When Fang Dezhong stepped onto the road of the Long March, he was only 17 years old.
According to Fang Yuanqin, her late father joined the Red Army in order to ensure that everyone would have clothes to wear, food to eat and a house to live in.
Fang's father fell into a coma during a fight at Weng'an. He stayed there with assistance from local people.
His biggest regret was that he did not complete the Long March, according to Fang Yuanqin, adding one of his grandsons joined the PLA, aiming to finish his incomplete journey.
FISH AND WATER
Upon the Red Army Hill of Zunyi, stands a statue of a Red Army medical orderly, Long Siquan.
Helping cure local residents, he was unable to rejoin the troops in time and was killed by the enemy. With him worshipped as a "Bodhisattva of the Red Army," the feet of the statue have changed color because so many locals rub them for luck.
Kong Xianquan, the first curator of the Zunyi Meeting Memorial Hall, was seriously wounded during the Long March.
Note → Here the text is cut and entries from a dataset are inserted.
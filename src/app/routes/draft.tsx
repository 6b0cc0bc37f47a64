import { useParams, type LoaderFunctionArgs } from 'react-router';
import { Alert } from '@/components/ui/alert';
import { ButtonLink } from '@/components/ui/button';
import { LoadingState } from '@/components/ui/loading-state';
import { paths } from '@/config/paths';
import { draftQueryOptions, useDraft } from '@/features/drafts/api/get-draft';
import { DraftWorkspace } from '@/features/drafts/components/draft-workspace';
import { useFabrics } from '@/features/fabrics/api/get-fabrics';
import { useMember } from '@/features/auth/hooks/use-member';
import { PrintButton } from '@/features/printing/components/print-button';
import { queryClient } from '@/lib/query-client';

/** The draft id in the address, or a 404 for anything else. */
function draftIdParam(raw: string | undefined): number {
  const id = Number(raw);
  if (!Number.isInteger(id) || id < 1) throw new Response('No such draft', { status: 404, statusText: 'No such draft' });
  return id;
}

export async function draftLoader({ params }: LoaderFunctionArgs) {
  await queryClient.ensureQueryData(draftQueryOptions(draftIdParam(params.draftId)));
  return null;
}

/** The drafting workspace (this module and the engine load only when a draft is opened). */
export function DraftRoute() {
  const id = draftIdParam(useParams().draftId);
  const draft = useDraft(id);
  const fabrics = useFabrics({ sort: 'name', order: 'asc', pageSize: 100 });
  const { studio } = useMember();
  if (draft.isPending) return <LoadingState>Loading the draft…</LoadingState>;
  if (draft.isError) {
    return (
      <Alert tone="error" title="This draft could not be loaded">
        <p>{draft.error.message}</p>
        <ButtonLink compact className="mt-2" to={paths.drafts.href()}>
          Back to the drafts
        </ButtonLink>
      </Alert>
    );
  }
  return (
    <DraftWorkspace
      key={draft.data.id}
      draft={draft.data}
      fabrics={fabrics.data?.items.map((f) => ({ id: f.id, name: f.name })) ?? []}
      printActions={(c) => <PrintButton draftId={c.draft.id} draft={c.draft} unsaved={c.unsaved} studio={studio} />}
    />
  );
}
After he passed away in 1988, his granddaughter Kong Xia found six pieces of shrapnel in his ashes.
Every time Kong Xianquan went to the market, he would deliberately pick withered vegetables left in the afternoon, because those were difficult for farmers to sell, which made his wife both laugh and cry, said Kong Xia.
"The Long March is a baton in the relay of history. We must work steadfastly and pass on the spirit from generation to generation. Everyone should follow their own 'Long March,' so that everyone can live a better life," Kong Xia said.
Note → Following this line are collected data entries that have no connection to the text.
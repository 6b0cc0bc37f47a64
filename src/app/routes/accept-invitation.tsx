import { Link, useNavigate, useParams } from 'react-router';
import { Alert } from '@/components/ui/alert';
import { ButtonLink } from '@/components/ui/button';
import { LoadingState } from '@/components/ui/loading-state';
import { paths } from '@/config/paths';
import { useMe } from '@/features/auth/api/get-me';
import { AuthCard } from '@/features/auth/components/auth-card';
import { ROLE_LABEL, ROLE_SUMMARY } from '@/features/auth/lib/role-label';
import { useInvitationOffer } from '@/features/invitations/api/get-invitation-offer';
import { AcceptInvitationForm } from '@/features/invitations/components/accept-invitation-form';

const until = (iso: string) => new Date(iso).toLocaleString(undefined, { weekday: 'long', month: 'long', day: 'numeric', hour: '2-digit', minute: '2-digit' });

export function AcceptInvitationRoute() {
  const token = useParams().token ?? '';
  const navigate = useNavigate();
  const offer = useInvitationOffer(token);
  const { data: me } = useMe();

  if (offer.isPending) {
    return (
      <AuthCard title="Invitation">
        <LoadingState>Checking the invitation…</LoadingState>
      </AuthCard>
    );
  }
  if (offer.isError) {
    return (
      <AuthCard title="This invitation cannot be used">
        <Alert tone="error">{offer.error.message}</Alert>
        <ButtonLink to={paths.signIn.href()} variant="primary" block className="mt-5">
          Go to sign in
        </ButtonLink>
      </AuthCard>
    );
  }
  const o = offer.data;
  return (
    <AuthCard
      title={`Join ${o.studioName}`}
      description={
        <>
          {o.invitedBy ? `${o.invitedBy} invited you` : 'You are invited'} as {o.role === 'owner' ? 'an' : 'a'} <strong className="text-ink">{ROLE_LABEL[o.role].toLowerCase()}</strong>.{' '}
          {ROLE_SUMMARY[o.role]}
        </>
      }
      footer={
        <>
          Already a member?{' '}
          <Link to={paths.signIn.href()} className="font-medium text-accent underline underline-offset-2 hover:text-accent-strong">
            Sign in
          </Link>
        </>
      }
    >
      {me && (
        <Alert tone="info" className="mb-5">
          You are signed in as {me.user.email}. Joining signs you in as the new member instead.
        </Alert>
      )}
      <p className="mb-5 text-sm text-muted">The link works once, until {until(o.expiresAt)}.</p>
      <AcceptInvitationForm token={token} email={o.email} onAccepted={() => void navigate(paths.home.href(), { replace: true })} />
    </AuthCard>
  );
}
Every Saturday, visitors to the Red Army Street in Zunyi are attracted by dozens of old people, dressed as members of the Red Army, singing red songs.
Xia Qingyuan and Luo Guanghua established the troupe 15 years ago. "We will not forgot what the Red Army has done for the people of Zunyi."
According to Xia, one of Zunyi's top elementary schools invited the troupe to perform for their students on International Children's Day this year.
The performance was greeted by thunderous applause from the pupils. The school is planning to send students over to the troupe and learn more from the performers.
Such interactions warm Xia's heart. "Our greatest wish is to demonstrate the charms of red culture and enable the red genes to be passed on."
"The perseverance shown by the Red Army during the Long March can be of great help to me when there are bumps on the road," said Tang Xin, a fourth grader in Zunyi.
Before He Mulin passed away in 1979, he stated that his last wish was to be buried in Qinggangpo, alongside his fallen comrades.
His daughter-in-law said her grandson, now six years old, often accompanies her to walk along the path trodden by the Red Army. "My great-grandfather was a Red Army solider" is a great source of pride for the child.